Who and what is Malik Riaz? What is his significance? And how should the state deal with him? These are some of the many questions that seem to infest the minds of ordinary Pakistanis. The simple and on-the-surface answer is that he is a business tycoon who gradually built a huge fortune in real estate. However, this definition does not explain the gentleman as he falls more in the category of a phenomenon that seems to have been a hallmark of the Pakistani state for long.
Malik Riaz can be best described as one of the many non-state actors that the Pakistani state is in a habit of partnering with. Be it Malik Riaz, Sipha-e-Sahaba, Jaish-e-Mohammad, Lashkar-e-Taiba and others, these non-state actors have acquired greater nuisance value due to their linkage with the state, which they then in turn use and show off for enhancing their power even further. In all cases, these non-state actors develop such nuisance value that they begin to feel bigger than the state and try to capture parts of it, which ultimately results in greater collision or collusion.
While we may all get very upset with how the real estate tycoon has compromised the credibility of an important state institution, the fact is that he is a product of state patronage. Riaz’s journey from an ordinary clerk to a tycoon was made possible due to state actors who built the real estate magnate for their personal benefits. It was a reciprocal and mutually beneficial relationship in which the state actors used Riaz’s service for multiple tasks ranging from personal gratification, to cleaning up some of the political mess and taking care of some of the state’s critical problems.
In the first instance, Malik Riaz’s expertise as a land developer were used by the Bahria Foundation during the mid-1990s to develop two housing schemes in Lahore and Rawalpindi. The agreement allowed Riaz to use Bahria’s name and navy’s insignia to develop and market these schemes in which the Foundation had a 10 per cent share in partnership and 25 per cent share in total plots. There was also a provision for Riaz to buy out the Foundation’s share for Rs 100,000 per plot. Reportedly, Malik Riaz was also arrested during 1997-98 as the navy and the ISI conducted two inquiries into the alleged scam. Former naval chief Admiral (retd) Fasih Bokhari — and now head of NAB — claims that nothing adverse was found against Riaz during the two investigations.

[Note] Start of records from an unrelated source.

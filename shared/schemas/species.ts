import type { z } from 'zod';
import { species } from '@shared/livestock/species';

/** A species a company adds for itself; the server assigns the id. */
export const speciesInput = species.omit({ id: true });
export type SpeciesInput = z.input<typeof speciesInput>;
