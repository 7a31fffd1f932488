import { z } from 'zod';

/*
 * A person's own schedule as an iCalendar feed (RFC 5545), at an address holding a secret that only
 * they know; Brinewatch keeps its SHA-256. Issuing a new address retires the old one.
 */

/** Any text: a token that is not one of ours is answered like an unknown one (404), not a 400. */
export const calendarFeedParams = z.object({ token: z.string() });

export interface CalendarFeedStatus {
  active: boolean;
}

/** Shown once, when issued: the address cannot be read back later. */
export interface CalendarFeedAddress {
  url: string;
}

However, despite what is claimed as a positive report, the Bahria Foundation ended the relationship in 2000 and sued the tycoon for continuing to use Bahria’s name and insignia for his housing scheme. The Supreme Court in 2001 disregarded this plea and allowed Riaz to use Bahria’s name on the grounds that since he had made heavy investment, which would be jeopardised if the name and insignia were removed, Riaz should be allowed to use the same. In 2006, Riaz’s Bahria Town, which had by then changed its insignia, entered into a partnership with the DHA with the intent for ‘seamless integration’ between the two entities. The question at this stage is not how it was made possible but who made it possible since Malik Riaz’s Bahria was in a habit of procuring services of senior military men. He would advertise in newspapers asking for retired senior military officers to apply for work in Bahria Town. Over the years, Riaz got on board a lot of military personnel including former ISPR head Maj-Gen. (retd) Shaukat Sultan. The tycoon was also known to provide plots in Bahria to senior police officials, media personnel, and other people. He also did favours for politicians. Over the years, Riaz provided job and financial security for many senior government functionaries. Since there is no free lunch, these perks had a price tag. To quote Malik Riaz, “everyone has a price and I pay it so my work doesn’t stop”.
As mentioned earlier, the state used him for bigger issues as well such as paying off certain people on its behalf to buy their silence. For instance, Riaz was used to console an angry Maulana Abdul Aziz and his wife Umme Hassan. He spent Rs 15 million to rebuild Lal Masjid and provide sanctuary to Madrassa Hafsa and the maulana’s family. Allegedly, Riaz was also asked to ‘take care of AQ Khan’.
There is always the possibility that he is still being used by the state. But then it is high time for the state to realise that subcontracting state functions and the state running to the non-state will always have tragic consequences.
Published In The Express Tribune, June 15th, 2012.